ECLI:NL:HR:2008:BG4411
Hoge Raad
- Cassatie
- A.J.A. van Dorst
- J.P. Balkema
- J. de Hullu
- Rechtspraak.nl
Ontvankelijkheid van cassatieberoep tegen beschikking van voorzitter gerechtshof
In deze zaak heeft de Hoge Raad op 23 december 2008 uitspraak gedaan in een cassatieberoep tegen een beschikking van de voorzitter van het Gerechtshof te 's-Gravenhage. De verdachte had beroep in cassatie ingesteld tegen een beschikking van 23 mei 2008, waarin het hoger beroep buiten behandeling was gelaten. De verdediging, vertegenwoordigd door mr. M. de Boorder, stelde middelen van cassatie voor. De Advocaat-Generaal Machielse concludeerde echter tot niet-ontvankelijkheid van het beroep.

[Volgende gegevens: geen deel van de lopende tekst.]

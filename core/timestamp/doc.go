// Package timestamp reads the date-time forms that case-handling and ERP exports write, fast and
// without allocation, and infers which form a column uses from a sample of its values.
//
// Times are held as int64 microseconds since 1970-01-01T00:00:00Z ("Unix microseconds"): fine
// enough for every fraction an export writes down to the microsecond, and wide enough (±292,000
// years) for any date. A value with a zone offset is converted to UTC; a value without one is
// read as UTC wall-clock time, which keeps durations right except across a daylight-saving change
// (common practice for exports that drop the zone).
//
// A Format is compiled from a layout of our own, written the way people describe dates:
//
//	YYYY  four-digit year          MM / M   month, two digits / one or two
//	YY    two-digit year: 69-99 are 1969-1999, 00-68 are 2000-2068 (as POSIX strptime's %y)
//	MMM   month name or abbreviation, in English, German, French, Spanish, Italian, Dutch or
//	      Portuguese, any case, with or without a period (Dec, dez., Dezember, févr., mrt)
//	DD / D  day                    hh / h   hour (0-23, or 1-12 with AP)
//	WWW   weekday name in English (Tue, Tuesday), read but not checked against the date
//	mm    minutes                  ss       seconds (60 allowed, RFC 3339 section 5.6)
//	.f    a fraction of a second, 1 to 9 digits, after '.' or ','
//	Z     a zone: Z, +hh:mm, +hhmm or +hh (RFC 3339 section 5.6, ISO 8601), or UTC, GMT or UT
//	      (RFC 5322 section 4.3)
//	AP    AM or PM, any case
//	[...] an optional part      any other character stands for itself
//
// and two whole-value layouts, "epoch-s" (seconds since 1970, with an optional fraction) and
// "epoch-ms" (milliseconds). ISO 8601 / RFC 3339 is "YYYY-MM-DDThh:mm[:ss[.f]][Z]".
//
// Infer tries the common layouts on a sample and reports which parse every non-empty value. When
// day-first and month-first both fit (every day and month in the sample is at most 12) it says
// the result is ambiguous rather than guessing silently.
package timestamp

De Hoge Raad heeft in zijn beoordeling vastgesteld dat volgens artikel 445 van het Wetboek van Strafvordering (Sv) beroep in cassatie tegen beschikkingen alleen openstaat in de gevallen die in dat wetboek zijn bepaald. Aangezien er geen specifieke bepaling is die het mogelijk maakt om cassatie in te stellen tegen een beschikking van de voorzitter van een gerechtshof, zoals bedoeld in artikel 410a, vierde lid, Sv, kon de verdachte niet in het beroep worden ontvangen. Dit is in lijn met de parlementaire geschiedenis, waarin is aangegeven dat dergelijke beschikkingen niet vatbaar zijn voor cassatie.
De Hoge Raad heeft derhalve de verdachte niet-ontvankelijk verklaard in het beroep. Deze beslissing is genomen door de vice-president A.J.A. van Dorst, samen met de raadsheren J.P. Balkema en J. de Hullu, en is uitgesproken tijdens een openbare zitting.